## WORK ORDER:
Range to reproduce from the entries below: the line with "(text) => expectRefused(parseAngleDeg, text));", the line with "want) => expectNear(parseHours(text), want));", and every line in between. Give them exactly and give nothing else.

═════ DATA FOR THIS EXERCISE ═════

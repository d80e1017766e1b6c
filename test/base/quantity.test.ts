import fc from "fast-check";
import { describe, expect, it } from "vitest";
import { DomainError } from "../../src/base/errors.ts";
import {
  parseAngleArcsec,
  parseAngleDeg,
  parseBandwidthHz,
  parseFrequencyHz,
  parseHours,
  parseLengthM,
  parseNumber,
  parseWavelengthM,
} from "../../src/base/quantity.ts";
import { declinationText } from "../../src/view/observation.ts";
import { frequencyText, shownAs, wavelengthText } from "../../src/view/units.ts";

const SEED = { seed: 20260101 };
const C = 299_792_458; // m/s, exact (SI)
/** One or two roundings to the nearest double. */
const near = (want: number): [number, number] => [want - 4e-16 * Math.abs(want), want + 4e-16 * Math.abs(want)];

function expectNear(got: number, want: number): void {
  const [low, high] = near(want);
  expect(got).toBeGreaterThanOrEqual(low);
  expect(got).toBeLessThanOrEqual(high);
}

function expectRefused(parse: (text: string, field?: string) => number, text: string): void {
  let error: unknown;
  try {
    parse(text, "the field");
  } catch (thrown) {
    error = thrown;
  }
  expect(error, `${parse.name}(${JSON.stringify(text)})`).toBeInstanceOf(DomainError);
  const { message, field, value } = error as DomainError;
  expect({ field, value }).toEqual({ field: "the field", value: text });
  expect(message).toMatch(/^the field is ".*"; expected .*such as .*\.$/);
}

describe("frequencies and wavelengths", () => {
  it.each([
    ["1.42GHz", 1.42e9],
    ["1.42 GHz", 1.42e9],
    ["  1420.4 MHz ", 1.4204e9],
    ["1420 mhz", 1.42e9],
    ["50kHz", 5e4],
    ["1.42e9 Hz", 1.42e9],
    ["0.3THz", 3e11],
    ["1,42 GHz", 1.42e9],
    ["21cm", C / 0.21],
    ["1.3 mm", C / 1.3e-3],
    ["10km", C / 1e4],
    ["2 m", C / 2],
    ["850 µm", C / 850e-6],
    ["850 μm", C / 850e-6],
    ["850um", C / 850e-6],
    ["21 CM", C / 0.21],
  ])("%s as a frequency", (text, want) => expectNear(parseFrequencyHz(text), want));

  it.each([
    ["21cm", 0.21],
    ["1.3 mm", 1.3e-3],
    ["10km", 1e4],
    ["10 KM", 1e4],
    ["1.42GHz", C / 1.42e9],
  ])("%s as a wavelength", (text, want) => expectNear(parseWavelengthM(text), want));

  it.each([
    "",
    " ",
    "1.42",
    "GHz",
    "-1.42GHz",
    "0 GHz",
    "0cm",
    "1.42 GHzz",
    "1.42 constructor",
    "1 toString",
    "21 furlongs",
    "1e999 Hz",
  ])("refuses %j as either", (text) => {
    expectRefused(parseFrequencyHz, text);
    expectRefused(parseWavelengthM, text);
  });

  it("refuses what may be meant in two ways", () => {
    for (const text of ["1,420 MHz", "5 mHz", "5 Mm"]) expectRefused(parseFrequencyHz, text);
  });

  it("a bandwidth is no wavelength", () => {
    expect(parseBandwidthHz("160MHz")).toBe(1.6e8);
    for (const text of ["21cm", "160", "-1 MHz", "0Hz"]) expectRefused(parseBandwidthHz, text);
  });
});

describe("lengths", () => {
  it.each([
    ["35m", 35],
    ["1.2 km", 1200],
    ["-0.5km", -500],
    ["−0.5km", -500],
    ["12 mm", 0.012],
    ["0 m", 0],
  ])("%s", (text, want) => expectNear(parseLengthM(text), want));

  it.each(["35", "m", "1.2 GHz", "5 constructor", "--5m", "1 000 m"])("refuses %j", (text) => expectRefused(parseLengthM, text));
});

describe("angles", () => {
  it.each([
    ["-45", -45],
    ["−45", -45],
    ["+45", 45],
    ["- 45", -45],
    ["-45deg", -45],
    ["45 degrees", 45],
    ["-45°", -45],
    ["-45d", -45],
    ["-45d12m", -45.2],
    ["-45d12m30s", -(45 + 12 / 60 + 30 / 3600)],
    ["-45d 12m 30.5s", -(45 + 12 / 60 + 30.5 / 3600)],
    ["-30:15", -30.25],
    ["-30:15:20", -(30 + 920 / 3600)],
    ["-30° 15′ 20″", -(30 + 920 / 3600)],
    ["−30° 15′ 20″", -(30 + 920 / 3600)],
    ["-30°15'20\"", -(30 + 920 / 3600)],
    ["-30° 15’ 20”", -(30 + 920 / 3600)],
    ["-30°15'20''", -(30 + 920 / 3600)],
    ["-30° 15.5′", -(30 + 15.5 / 60)],
    ["-0d15m", -0.25],
    ["−0:15", -0.25],
    ["0:06", 0.1],
    ["1.2arcsec", 1.2 / 3600],
    ["1,2″", 1.2 / 3600],
    ["3arcmin", 0.05],
    ["3′", 0.05],
    ["20mas", 20 / 3.6e6],
    ["20 µas", 20 / 3.6e9],
    ["1e-3 arcsec", 1e-3 / 3600],
    ["-1.5 rad", (-1.5 * 180) / Math.PI],
  ])("%s", (text, want) => expectNear(parseAngleDeg(text), want));

  it.each([
    "",
    "-",
    "--4",
    "+-4",
    "abc",
    "30:60",
    "30:15:60",
    "30:15.5:20",
    "30.5:15",
    "30d15:20",
    "1e999",
    "45x",
    "NaN",
    "Infinity",
    "1 2",
  ])("refuses %j", (text) => expectRefused(parseAngleDeg, text));

  it("in arcseconds", () => {
    expectNear(parseAngleArcsec("1.2arcsec"), 1.2);
    expectNear(parseAngleArcsec("1"), 3600);
  });
});

describe("hours", () => {
  it.each([
    ["3.5", 3.5],
    ["3.5h", 3.5],
    ["4h", 4],
    ["-4h", -4],
    ["−4 h", -4],
    ["+4", 4],
    ["3h30m", 3.5],
    ["3h 30min", 3.5],
    ["4h30m15s", 4 + 30 / 60 + 15 / 3600],
    ["3:30", 3.5],
    ["-0:30", -0.5],
    ["-0h30m", -0.5],
    ["3:30:36", 3.51],
  ])("%s", (text, want) => expectNear(parseHours(text), want));

  it.each(["", "h", "--4", "3h60m", "3:60", "3h30.5m10s", "4d", "3 30", "1,500"])("refuses %j", (text) =>
    expectRefused(parseHours, text),
  );
});

describe("numbers", () => {
  it.each([
    ["1.5", 1.5],
    ["-1,5", -1.5],
    ["0,125", 0.125],
    ["−2e-3", -2e-3],
    [".5", 0.5],
    ["5.", 5],
  ])("%s", (text, want) => expect(parseNumber(text)).toBe(want));

  it.each(["", "--1", "1.2.3", "0x10", "1,420", "1e", "one", "1e999"])("refuses %j", (text) => expectRefused(parseNumber, text));
});

describe("what is shown can be typed back", () => {
  // Each bound is half a unit of the last digit shown.
  it("a declination with seconds, to half a second", () => {
    fc.assert(
      fc.property(fc.double({ min: -90, max: 90, noNaN: true }), (deg) => {
        expect(Math.abs(parseAngleDeg(declinationText(deg, true)) - deg)).toBeLessThanOrEqual(0.5 / 3600 + 1e-12);
      }),
      SEED,
    );
  });

  it("a declination with minutes, to half a minute", () => {
    fc.assert(
      fc.property(fc.double({ min: -90, max: 90, noNaN: true }), (deg) => {
        expect(Math.abs(parseAngleDeg(declinationText(deg, false)) - deg)).toBeLessThanOrEqual(0.5 / 60 + 1e-12);
      }),
      SEED,
    );
  });

  it("a frequency and a wavelength, to half a unit of their last figure", () => {
    fc.assert(
      fc.property(fc.double({ min: 3, max: 13, noNaN: true }), (decade) => {
        const hertz = 10 ** decade;
        expect(Math.abs(parseFrequencyHz(frequencyText(hertz, 6)) / hertz - 1)).toBeLessThanOrEqual(0.5e-5 * (1 + 1e-9));
        const metres = C / hertz;
        expect(Math.abs(parseWavelengthM(wavelengthText(metres, 6)) / metres - 1)).toBeLessThanOrEqual(0.5e-5 * (1 + 1e-9));
      }),
      SEED,
    );
  });

  it("an angle and a length of at least three figures, to one in two hundred", () => {
    fc.assert(
      fc.property(fc.double({ min: -3, max: 5, noNaN: true }), fc.boolean(), (decade, negative) => {
        const size = negative ? -(10 ** decade) : 10 ** decade;
        expect(Math.abs(parseAngleArcsec(shownAs("angle", size)) / size - 1)).toBeLessThanOrEqual(1 / 200 + 1e-9);
        expect(Math.abs(parseLengthM(shownAs("length", size)) / size - 1)).toBeLessThanOrEqual(1 / 200 + 1e-9);
      }),
      SEED,
    );
  });

  it("hours, to half a tenth", () => {
    fc.assert(
      fc.property(fc.double({ min: -12, max: 12, noNaN: true }), (hours) => {
        expect(Math.abs(parseHours(shownAs("hours", hours)) - hours)).toBeLessThanOrEqual(0.05 + 1e-9);
      }),
      SEED,
    );
  });

  it("and anything at all is read or refused, never a NaN", () => {
    const text = fc.oneof(fc.string(), fc.stringMatching(/^[-+−0-9.,:dhms°′″ eGMkHzc]{0,14}$/));
    fc.assert(
      fc.property(text, (typed) => {
        for (const parse of [
          parseAngleDeg,
          parseHours,
          parseFrequencyHz,
          parseWavelengthM,
          parseLengthM,
          parseBandwidthHz,
          parseNumber,
        ]) {
          try {
            expect(Number.isFinite(parse(typed))).toBe(true);
          } catch (error) {
            if (!(error instanceof DomainError)) throw error;
          }
        }
      }),
      { ...SEED, numRuns: 500 },
    );
  });
});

═════

## COMPLETED EXERCISE:
  ])("refuses %j", (text) => expectRefused(parseAngleDeg, text));

  it("in arcseconds", () => {
    expectNear(parseAngleArcsec("1.2arcsec"), 1.2);
    expectNear(parseAngleArcsec("1"), 3600);
  });
});

describe("hours", () => {
  it.each([
    ["3.5", 3.5],
    ["3.5h", 3.5],
    ["4h", 4],
    ["-4h", -4],
    ["−4 h", -4],
    ["+4", 4],
    ["3h30m", 3.5],
    ["3h 30min", 3.5],
    ["4h30m15s", 4 + 30 / 60 + 15 / 3600],
    ["3:30", 3.5],
    ["-0:30", -0.5],
    ["-0h30m", -0.5],
    ["3:30:36", 3.51],
  ])("%s", (text, want) => expectNear(parseHours(text), want));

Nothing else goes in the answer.